**Problem description**
Find the word "Duration" in the listing, and copy out each line where it turns up.
++++++++
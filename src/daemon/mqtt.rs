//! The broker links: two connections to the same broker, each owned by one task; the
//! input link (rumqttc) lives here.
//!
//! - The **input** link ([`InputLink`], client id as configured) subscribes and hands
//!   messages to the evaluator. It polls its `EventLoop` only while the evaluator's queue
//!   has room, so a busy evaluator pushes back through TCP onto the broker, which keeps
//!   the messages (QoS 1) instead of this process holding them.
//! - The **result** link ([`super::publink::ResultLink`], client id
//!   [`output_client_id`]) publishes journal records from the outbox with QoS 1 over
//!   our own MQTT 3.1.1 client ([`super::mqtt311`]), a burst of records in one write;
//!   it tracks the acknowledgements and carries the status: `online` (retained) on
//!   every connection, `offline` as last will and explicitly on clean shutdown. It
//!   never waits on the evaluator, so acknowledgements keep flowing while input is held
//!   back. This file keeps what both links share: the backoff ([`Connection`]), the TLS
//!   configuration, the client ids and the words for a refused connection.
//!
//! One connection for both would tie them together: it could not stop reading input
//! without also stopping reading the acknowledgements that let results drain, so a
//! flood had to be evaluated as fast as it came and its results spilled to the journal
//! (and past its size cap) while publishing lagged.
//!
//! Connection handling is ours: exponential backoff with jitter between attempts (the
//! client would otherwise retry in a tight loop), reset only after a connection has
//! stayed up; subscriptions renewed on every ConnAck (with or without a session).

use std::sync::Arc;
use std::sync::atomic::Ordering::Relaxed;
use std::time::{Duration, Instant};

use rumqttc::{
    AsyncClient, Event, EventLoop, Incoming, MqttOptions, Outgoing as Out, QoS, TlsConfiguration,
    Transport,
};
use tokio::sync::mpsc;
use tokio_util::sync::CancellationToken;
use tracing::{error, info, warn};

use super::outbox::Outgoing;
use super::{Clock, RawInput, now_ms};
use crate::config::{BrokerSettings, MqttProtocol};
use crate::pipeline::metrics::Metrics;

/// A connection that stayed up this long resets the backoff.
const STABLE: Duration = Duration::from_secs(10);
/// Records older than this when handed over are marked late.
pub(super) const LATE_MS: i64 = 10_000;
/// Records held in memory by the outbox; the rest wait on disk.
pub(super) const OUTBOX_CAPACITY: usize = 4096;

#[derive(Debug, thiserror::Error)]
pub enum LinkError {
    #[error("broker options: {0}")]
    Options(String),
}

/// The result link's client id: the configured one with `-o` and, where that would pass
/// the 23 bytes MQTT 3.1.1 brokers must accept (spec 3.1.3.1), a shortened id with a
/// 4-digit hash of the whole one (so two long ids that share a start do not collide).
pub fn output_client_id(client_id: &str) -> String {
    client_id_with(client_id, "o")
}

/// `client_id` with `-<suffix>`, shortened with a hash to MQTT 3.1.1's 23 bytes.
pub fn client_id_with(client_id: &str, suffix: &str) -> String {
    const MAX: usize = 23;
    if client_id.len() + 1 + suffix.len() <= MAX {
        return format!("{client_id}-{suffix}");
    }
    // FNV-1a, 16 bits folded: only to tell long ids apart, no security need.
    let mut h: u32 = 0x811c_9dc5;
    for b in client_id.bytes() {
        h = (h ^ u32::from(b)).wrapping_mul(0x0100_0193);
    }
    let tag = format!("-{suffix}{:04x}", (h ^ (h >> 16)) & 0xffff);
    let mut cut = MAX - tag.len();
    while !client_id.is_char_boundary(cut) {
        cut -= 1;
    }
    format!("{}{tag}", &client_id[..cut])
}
++++++++
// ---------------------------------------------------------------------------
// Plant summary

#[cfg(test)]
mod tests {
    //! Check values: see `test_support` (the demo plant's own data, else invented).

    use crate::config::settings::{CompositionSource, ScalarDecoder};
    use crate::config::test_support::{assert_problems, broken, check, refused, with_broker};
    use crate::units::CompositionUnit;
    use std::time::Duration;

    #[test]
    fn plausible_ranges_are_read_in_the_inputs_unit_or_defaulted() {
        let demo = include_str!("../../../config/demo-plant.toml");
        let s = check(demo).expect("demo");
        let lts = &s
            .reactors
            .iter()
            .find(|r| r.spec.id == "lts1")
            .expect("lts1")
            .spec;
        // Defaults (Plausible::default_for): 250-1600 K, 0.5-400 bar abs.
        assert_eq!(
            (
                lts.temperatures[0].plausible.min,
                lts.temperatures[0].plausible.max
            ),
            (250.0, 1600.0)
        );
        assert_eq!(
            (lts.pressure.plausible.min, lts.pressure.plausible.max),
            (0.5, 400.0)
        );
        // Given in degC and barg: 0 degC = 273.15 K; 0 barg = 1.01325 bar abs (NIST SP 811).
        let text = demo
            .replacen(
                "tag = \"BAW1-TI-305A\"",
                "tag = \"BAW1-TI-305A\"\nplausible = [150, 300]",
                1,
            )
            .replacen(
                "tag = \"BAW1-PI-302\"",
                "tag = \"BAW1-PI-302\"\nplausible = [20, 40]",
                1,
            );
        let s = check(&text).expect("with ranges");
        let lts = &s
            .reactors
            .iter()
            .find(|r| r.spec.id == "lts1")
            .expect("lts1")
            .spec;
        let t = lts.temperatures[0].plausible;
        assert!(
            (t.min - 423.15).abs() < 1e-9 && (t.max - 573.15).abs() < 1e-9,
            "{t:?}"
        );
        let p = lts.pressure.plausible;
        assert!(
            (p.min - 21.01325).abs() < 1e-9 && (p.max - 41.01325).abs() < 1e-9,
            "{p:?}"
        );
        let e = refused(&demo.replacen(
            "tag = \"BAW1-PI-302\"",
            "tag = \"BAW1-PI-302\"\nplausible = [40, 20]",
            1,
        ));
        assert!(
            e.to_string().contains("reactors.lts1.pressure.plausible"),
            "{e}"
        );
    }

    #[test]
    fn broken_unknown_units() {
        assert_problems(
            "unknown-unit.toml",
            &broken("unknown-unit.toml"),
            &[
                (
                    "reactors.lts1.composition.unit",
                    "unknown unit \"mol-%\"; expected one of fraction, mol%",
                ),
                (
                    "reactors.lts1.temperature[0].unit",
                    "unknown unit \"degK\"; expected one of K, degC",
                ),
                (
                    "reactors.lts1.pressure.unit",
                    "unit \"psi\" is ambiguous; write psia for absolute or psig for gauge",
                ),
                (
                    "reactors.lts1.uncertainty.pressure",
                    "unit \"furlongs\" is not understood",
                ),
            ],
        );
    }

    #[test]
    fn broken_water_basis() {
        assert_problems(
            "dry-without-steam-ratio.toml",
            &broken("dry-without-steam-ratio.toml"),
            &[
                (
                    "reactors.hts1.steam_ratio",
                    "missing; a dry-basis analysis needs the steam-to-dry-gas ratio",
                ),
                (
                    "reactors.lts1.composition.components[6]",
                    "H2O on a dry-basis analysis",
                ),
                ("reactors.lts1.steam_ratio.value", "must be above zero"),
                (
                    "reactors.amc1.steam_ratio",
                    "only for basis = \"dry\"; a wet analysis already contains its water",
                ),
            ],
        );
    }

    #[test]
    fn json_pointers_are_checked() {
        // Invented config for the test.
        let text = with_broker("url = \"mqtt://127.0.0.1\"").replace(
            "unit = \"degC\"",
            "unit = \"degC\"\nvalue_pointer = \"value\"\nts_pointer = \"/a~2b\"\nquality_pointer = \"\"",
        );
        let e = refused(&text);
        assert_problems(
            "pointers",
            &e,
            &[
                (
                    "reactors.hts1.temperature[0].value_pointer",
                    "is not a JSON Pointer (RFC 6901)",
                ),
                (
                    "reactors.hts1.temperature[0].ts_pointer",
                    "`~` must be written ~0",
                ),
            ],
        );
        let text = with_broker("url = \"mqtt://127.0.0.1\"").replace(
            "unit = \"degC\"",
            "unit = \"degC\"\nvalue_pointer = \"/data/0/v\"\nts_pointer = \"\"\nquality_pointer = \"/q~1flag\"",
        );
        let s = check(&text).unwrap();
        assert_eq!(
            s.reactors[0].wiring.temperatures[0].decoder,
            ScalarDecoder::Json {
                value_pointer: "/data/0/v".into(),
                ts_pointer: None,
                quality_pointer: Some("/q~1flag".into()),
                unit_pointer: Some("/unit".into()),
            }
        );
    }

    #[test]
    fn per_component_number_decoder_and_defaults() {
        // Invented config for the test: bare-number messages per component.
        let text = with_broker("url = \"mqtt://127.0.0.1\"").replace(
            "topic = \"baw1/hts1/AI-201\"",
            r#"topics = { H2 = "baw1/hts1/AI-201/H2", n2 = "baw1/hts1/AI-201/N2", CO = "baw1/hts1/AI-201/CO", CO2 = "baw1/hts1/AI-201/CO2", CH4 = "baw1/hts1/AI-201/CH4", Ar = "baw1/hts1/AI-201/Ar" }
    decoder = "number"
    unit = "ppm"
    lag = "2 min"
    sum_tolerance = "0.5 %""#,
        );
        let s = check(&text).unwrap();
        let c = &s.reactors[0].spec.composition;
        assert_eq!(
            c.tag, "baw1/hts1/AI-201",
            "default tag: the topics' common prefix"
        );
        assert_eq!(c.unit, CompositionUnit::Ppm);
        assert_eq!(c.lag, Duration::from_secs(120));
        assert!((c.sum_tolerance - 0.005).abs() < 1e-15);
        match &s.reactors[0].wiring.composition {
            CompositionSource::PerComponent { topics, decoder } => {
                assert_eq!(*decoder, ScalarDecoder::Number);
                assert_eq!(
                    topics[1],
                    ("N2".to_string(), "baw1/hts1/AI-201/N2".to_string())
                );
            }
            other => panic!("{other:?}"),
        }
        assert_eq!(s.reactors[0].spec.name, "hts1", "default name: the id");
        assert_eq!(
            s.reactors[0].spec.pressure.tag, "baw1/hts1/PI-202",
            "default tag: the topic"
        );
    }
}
++++++++
**Answer section**
use std::time::{Duration, Instant};
const STABLE: Duration = Duration::from_secs(10);
    use std::time::Duration;
        assert_eq!(c.lag, Duration::from_secs(120));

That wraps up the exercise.